Listing 3 - Jinja disable autoescaping in Django

import os
BASE_DIR = os.path.dirname(os.path.dirname(os.path.abspath(__file__)))
PROJECT_DIR = os.path.dirname(os.path.abspath(__file__))

TEMPLATES = [
    { 
        'BACKEND':'django.template.backends.jinja2.Jinja2',
        'DIRS': ['%s/jinjatemplates/'% (PROJECT_DIR),],
        'APP_DIRS': True,
        'OPTIONS': {
            'autoescape': False
        },
    }
]

As you can see in listing 3, autoescape is assigned False and with this change Jinja templates behave just as Jinja designers intended (i.e. you need to explicitly check where autoescaping is necessary vs. the Django template way to check where autoescaping isn't necessary).

Auto-reload template behavior

In its out-of-the-box state, Jinja's template loader checks every time a template is requested to see if the source has changed, if it has changed Jinja reloads the template. This can be helpful in development where a template's source changes constantly, but can also translate into a performance hit in production where a template's source rarely changes and the check incurs in a delay.

Django takes a sensible approach and enables Jinja template auto-reloading based on the DEBUG variable in settings.py. If DEBUG=True -- a common setting in development -- Jinja template auto-reloading is set to True and if DEBUG=False -- a common setting in production -- Jinja template auto-reloading is set to False.

Nevertheless, if you wish to alter Django's Jinja template auto-reloading behavior, you can do so with the the auto_reload parameter in the OPTIONS variable.

Invalid template variables

You can set various behaviors when an invalid variable is encountered in a Jinja template. Django sets Jinja with two default behaviors, one for when DEBUG=True -- a common setting in development -- and the other for when DEBUG=False -- a common setting in production.

If DEBUG=True and an invalid variable is set in a Jinja template, Jinja uses the jinja2.DebugUndefined class to process it. The jinja2.DebugUndefined class outputs the variable verbatim for rendering (e.g. if the template has the {{foo}} statement and the variable doesn't exist in the context, Jinja outputs {{foo}}).

If DEBUG=False and an invalid variable is set in a Jinja template, Jinja uses the jinja2.Undefined class to process it. The jinja2.Undefined class outputs a blank space in the position of the variable for rendering (e.g. if the template has the {{bar}} statement and the variable doesn't exist in the context, Jinja outputs a blank space).

In addition to the jinja2.DebugUndefined and jinja2.Undefined classes, Jinja also supports the jinja2.StrictUndefined class. The jinja2.StrictUndefined class is used to generate an immediate error instead of proceeding with rendering, which is helpful for quicker diagnosis of invalid variables.

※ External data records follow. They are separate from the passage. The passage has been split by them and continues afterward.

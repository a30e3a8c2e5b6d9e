"""The group summary: one row per EPI run across subjects (CSV, JSON) and a figure.

Columns come from typed fields of the job summaries, one name per quantity:
``max_abs_shift_vox`` and ``max_abs_shift_mm`` (:class:`~fieldfix.outputs.UnwarpSummary`),
``retention_percent_below_threshold`` (:class:`~fieldfix.outputs.DropoutSummary`
``retention.percent_below_threshold``), and ``alignment_gain`` (edge agreement after minus
before, from the subject's report).
"""

from __future__ import annotations

import csv
import dataclasses
import io
from pathlib import Path
from typing import Mapping, Sequence

from ..errors import FieldfixError
from ..jsonfile import write_json
from ..outdir import atomic_output
from ..outputs import BatchFiles, DropoutSummary, GroupRow, UnwarpSummary
from .inventory import Inventory
from .plan import TaskResult
from .reports import report_alignment

__all__ = ["COLUMNS", "group_rows", "write_group_summary", "group_figure"]

COLUMNS = tuple(f.name for f in dataclasses.fields(GroupRow))


def _summary(result: TaskResult | None, deriv: Path, record_type):
    if result is None or not result.ok or result.summary is None:
        return None
    try:
        return record_type.read(deriv / result.summary)
    except FieldfixError:
        return None


def _status(run, unwarp: TaskResult | None, dropout: TaskResult | None) -> tuple[str, str]:
    if run.fieldmap is None and unwarp is None:
        return "no field map", run.note
    done = [r for r in (unwarp, dropout) if r is not None]
    if done and all(r.ok for r in done):
        return "ok", ""
    reasons = [f"{r.task_id}: {r.reason}" for r in done if not r.ok]
    return "failed", "; ".join(reasons) or "not run"


def group_rows(inventory: Inventory, results: Mapping[str, TaskResult], deriv: Path) -> list[GroupRow]:
    """One row per EPI run of the included subjects (also runs with no field map)."""
    gains: dict[str, dict[str, float]] = {}
    for subject in inventory.subjects:
        report = results.get(f"report:sub-{subject}")
        if report is not None and report.ok and report.summary is not None:
            try:
                gains[subject] = report_alignment(deriv / report.summary)
            except FieldfixError:
                gains[subject] = {}
    rows = []
    for run in inventory.runs:
        unwarp, dropout = results.get(f"unwarp:{run.stem}"), results.get(f"dropout:{run.stem}")
        status, reason = _status(run, unwarp, dropout)
        shifts = _summary(unwarp, deriv, UnwarpSummary)
        drop = _summary(dropout, deriv, DropoutSummary)
        rows.append(GroupRow(
            subject=run.subject, session=run.session, run=run.stem, fieldmap=run.fieldmap or "", status=status,
            reason=reason, max_abs_shift_vox=shifts.max_abs_shift_vox if shifts else None,
            max_abs_shift_mm=shifts.max_abs_shift_mm if shifts else None,
            retention_percent_below_threshold=drop.retention.percent_below_threshold if drop else None,
            alignment_gain=gains.get(run.subject, {}).get(run.stem)))
    return rows


def write_group_summary(deriv: Path, rows: Sequence[GroupRow], files: BatchFiles) -> BatchFiles:
    """Write the group table (CSV and JSON) and a figure across subjects; returns the files written."""
    buffer = io.StringIO()
    writer = csv.DictWriter(buffer, fieldnames=COLUMNS, lineterminator="\n")
    writer.writeheader()
    for row in rows:
        writer.writerow({k: "" if v is None else v for k, v in row.to_json().items()})
    (deriv / files.group_csv).parent.mkdir(parents=True, exist_ok=True)
    with atomic_output(deriv / files.group_csv, overwrite=True) as temporary:
        temporary.write_text(buffer.getvalue(), encoding="utf-8")
    write_json(deriv / files.group_json, {"columns": list(COLUMNS), "rows": [r.to_json() for r in rows]},
               overwrite=True)
    figure = group_figure(rows)
    if figure is None:
        return dataclasses.replace(files, group_figure=None)
    with atomic_output(deriv / files.group_figure, overwrite=True) as temporary:
        temporary.write_bytes(figure)
    return files


_PANELS = (("max_abs_shift_vox", "maximum shift (voxels)"),
           ("retention_percent_below_threshold", "predicted dropout (% of voxels)"),
           ("alignment_gain", "alignment gain (edge agreement after - before)"))


def group_figure(rows: Sequence[GroupRow]) -> bytes | None:
    """Strip plots of each column across subjects (one dot per run), PNG bytes; None when empty.

    To move to the report package's figures when it lands.
    """
    panels = [(c, t) for c, t in _PANELS if any(getattr(r, c) is not None for r in rows)]
    if not panels:
        return None
    from matplotlib.figure import Figure  # heavy: imported when a figure is made

    subjects = sorted({r.subject for r in rows})
    fig = Figure(figsize=(3.6 * len(panels), 3.2), layout="constrained")
    for i, (column, title) in enumerate(panels):
        ax = fig.add_subplot(1, len(panels), i + 1)
        for x, subject in enumerate(subjects):
            values = [getattr(r, column) for r in rows if r.subject == subject and getattr(r, column) is not None]
            offsets = [x + 0.08 * (k - (len(values) - 1) / 2) for k in range(len(values))]
            ax.plot(offsets, values, "o", color="#2f6f8f", markersize=6)
            if any(r.subject == subject and r.status == "failed" for r in rows):
                ax.annotate("failed", (x, 0.02), xycoords=("data", "axes fraction"), ha="center", fontsize=7,
                            color="#a03030")
        if column != "alignment_gain":  # shifts and percentages: from zero
            top = max([getattr(r, column) for r in rows if getattr(r, column) is not None] + [0.0])
            ax.set_ylim(bottom=0.0, top=top * 1.15 if top > 0 else 1.0)
        ax.set_xticks(range(len(subjects)), [f"sub-{s}" for s in subjects], rotation=45, ha="right", fontsize=8)
        ax.set_xlim(-0.6, len(subjects) - 0.4)
        ax.set_title(title, fontsize=9)
        ax.grid(axis="y", alpha=0.3)
    fig.suptitle("fieldfix batch: runs across subjects (research use only)", fontsize=10)
    out = io.BytesIO()
    fig.savefig(out, format="png", dpi=100)
    return out.getvalue()
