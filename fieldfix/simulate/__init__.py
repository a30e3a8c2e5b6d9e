"""Acquisition simulators with known ground truth: gradient-echo field-map echoes and EPI.

:func:`simulate_gradient_echo` (module ``gradient_echo``) makes dual- or multi-echo
magnitude and phase data for a known B0 map; :func:`simulate_epi` and
:func:`simulate_epi_run` (module ``epi``) acquire k-space line by line, each line at its own
time with the off-resonance phase it accrues, and reconstruct by Fourier transform, so that
both distortion and dropout appear. They are used by the tests, the sample scenarios and by
users who want to see what a protocol will do.
"""

from .epi import simulate_epi, simulate_epi_run
from .gradient_echo import simulate_gradient_echo

__all__ = ["simulate_gradient_echo", "simulate_epi", "simulate_epi_run"]
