def test_workflow_several_runs_share_field_map(tmp_path):
    affine = np.diag([2.0, 2.0, 2.0, 1.0])
    shape = (8, 16, 3)
    b0 = np.full(shape, 25.0)
    b0_path = save_image(tmp_path / "field.nii.gz", b0, affine)
    img = np.zeros(shape + (3,))
    img[:, 8, :, :] = 1.0
    runs = [
        _write_run(tmp_path / "run1.nii.gz", img, affine, sidecar={"PhaseEncodingDirection": "j",
                                                                  "EffectiveEchoSpacing": 0.0005}),
        _write_run(tmp_path / "run2.nii.gz", img[..., 0], affine, sidecar={"PhaseEncodingDirection": "j-",
                                                                          "EffectiveEchoSpacing": 0.0005}),
    ]
    summaries = run_unwarp(runs, b0_path, tmp_path / "out", jacobian=False, parallel=False)
    assert [s.pe_code for s in summaries] == ["j", "j-"]
    # 25 Hz x 0.5 ms x 16 lines = 0.2 voxel; the corrected line moves against the shift.
    first = load_image(tmp_path / "out" / summaries[0].outputs.corrected).get_fdata()
    second = load_image(tmp_path / "out" / summaries[1].outputs.corrected).get_fdata()
    assert first.shape == shape + (3,) and second.shape == shape
    profile1 = first[4, :, 1, 0]
    profile2 = second[4, :, 1]
    # Default cubic B-spline: the cardinal spline reproduces linear functions, so the centroid
    # moves by the shift exactly up to its tails cut by the 16-voxel line (|sqrt(3) - 2|**8 ~ 3e-5).
    assert summaries[0].interp == "cubic"
    assert np.arange(16) @ profile1 / profile1.sum() == pytest.approx(8 - 0.2, abs=1e-3)
    assert np.arange(16) @ profile2 / profile2.sum() == pytest.approx(8 + 0.2, abs=1e-3)


def test_workflow_recovers_simulated_run(tmp_path):
    # End to end with the acquisition simulator: known object, known field, j- encoding.
    from fieldfix.simulate.epi import epi_sidecar, fine_coordinates, simulate_epi_run

    shape, oversample = (16, 32, 3), (2, 2, 2)
    x, y, _ = np.meshgrid(*fine_coordinates(shape, oversample), indexing="ij")
    obj = np.exp(-(((x - 7.5) / 4) ** 2 + ((y - 15.5) / 7) ** 2) / 2)
    field = 50 * np.sin(2 * np.pi * y / 32 + 0.4) + 15
    data, _ = simulate_epi_run(obj, field, 4, pe_code="j-", echo_spacing_s=0.0008, te_s=0.03,
                               oversample=oversample, noise_sd=0.002, rng=np.random.default_rng(0))
    affine = np.diag([3.0, 3.0, 3.0, 1.0])
    run = _write_run(tmp_path / "sim_bold.nii.gz", data, affine,
                     sidecar=epi_sidecar("j-", 32, 0.0008, 0.03))
    b0_path = save_image(tmp_path / "b0_hz.nii.gz",
                         field.reshape(16, 2, 32, 2, 3, 2).mean(axis=(1, 3, 5)), affine)
    (summary,) = run_unwarp([run], b0_path, tmp_path / "out", interp="cubic")
    corrected = load_image(tmp_path / "out" / summary.outputs.corrected).get_fdata()
    truth = obj.reshape(16, 2, 32, 2, 3, 2).mean(axis=(1, 3, 5))

    def nrmse(a):
        return np.sqrt(np.mean((a - truth) ** 2)) / np.sqrt(np.mean(truth ** 2))

    assert nrmse(data[..., 0]) > 0.1
    assert all(nrmse(corrected[..., t]) < 0.03 for t in range(4))


@pytest.mark.slow
def test_cli_end_to_end(scene):
    folder, run, b0_path, data, affine = scene
    out = folder / "cli_out"
    done = subprocess.run([str(FIELDFIX), "unwarp", str(run), "--b0", str(b0_path), "--phase-encoding", "j-",
                           "--readout-time", "34.5ms", "--interp", "linear", "--out", str(out), "--json"],
                          capture_output=True, text=True, timeout=120)
    assert done.returncode == 0, done.stderr
    summary = json.loads(done.stdout)
    assert summary["runs"][0]["readout_time_ms"] == pytest.approx(34.5)
    for suffix in ("_corrected.nii.gz", "_shift_vox.nii.gz", "_jacobian.nii.gz", "_fold_mask.nii.gz",
                   "_displacement_mm.nii.gz", "_unwarp.json"):
        assert (out / f"sub-01_task-rest_bold{suffix}").is_file()
    # The quality report is built by default, and its numbers come from this run.
    assert summary["report"] == str(out / "report.html")
    report = json.loads((out / "report.json").read_text())
    assert report["runs"][0]["max_abs_shift_mm"] == pytest.approx(summary["runs"][0]["max_abs_shift_mm"], rel=1e-3)
    skipped = subprocess.run([str(FIELDFIX), "unwarp", str(run), "--b0", str(b0_path), "--phase-encoding", "j-",
                              "--readout-time", "34.5ms", "--no-report", "--quiet", "--out", str(folder / "plain")],
                             capture_output=True, text=True, timeout=120)
    assert skipped.returncode == 0, skipped.stderr
    assert not (folder / "plain" / "report.html").exists()
    assert (folder / "plain" / "sub-01_task-rest_bold_corrected.nii.gz").is_file()
    # A bare number has no unit: refused with exit status 2 and one error line.
    bad = subprocess.run([str(FIELDFIX), "unwarp", str(run), "--b0", str(b0_path), "--readout-time", "34.5",
                          "--out", str(folder / "bad")], capture_output=True, text=True, timeout=120)
    assert bad.returncode == 2 and len(bad.stderr.strip().splitlines()) == 1
    assert not (folder / "bad").exists()


def test_mirror_indices_match_scipy_mirror_mode():
    # scipy.ndimage 'mirror' mode (d c b | a b c d | c b a) on tiny and ordinary axes.
    from fieldfix.unwarp import _mirror

    for n in (1, 2, 3, 7):
        index = np.arange(-15, 22)
        signal = np.arange(n, dtype=float) * 10
        expected = ndimage.map_coordinates(signal, [index.astype(float)], order=0, mode="mirror")
        assert np.array_equal(signal[_mirror(index, n)], expected)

Be aware that based on the DEBUG variable, this class either generates a stack error with the invalid variable name (i.e. when DEBUG=False) or generates a standard HTTP 500 error page (i.e. when DEBUG=True).

Listing 4 illustrates how to configure a Jinja class to handle invalid variables through the OPTIONS parameter in settings.py.

Listing 4 - Generate error for invalid variables in Jinja with jinja2.StrictUndefined

import os
BASE_DIR = os.path.dirname(os.path.dirname(os.path.abspath(__file__)))
PROJECT_DIR = os.path.dirname(os.path.abspath(__file__))

import jinja2

TEMPLATES = [
   { 
        'BACKEND':'django.template.backends.jinja2.Jinja2',
        'DIRS': ['%s/jinjatemplates/'% (PROJECT_DIR),],
        'APP_DIRS': True,
        'OPTIONS': {
            'undefined':jinja2.StrictUndefined
        },
    }
]

As you can see in listing 4, we first declare import jinja2 to gain access to Jinja's classes in settings.py. Next, we declare the undefined key inside the OPTIONS parameter and assign it the Jinja class to process invalid variables. In this case, we use the jinja2.StrictUndefined class to get errors when invalid templates variables are encountered, but you could equally use any of the other two Jinja classes to handle invalid variables (i.e. jinja2.DebugUndefined or jinja2.Undefined).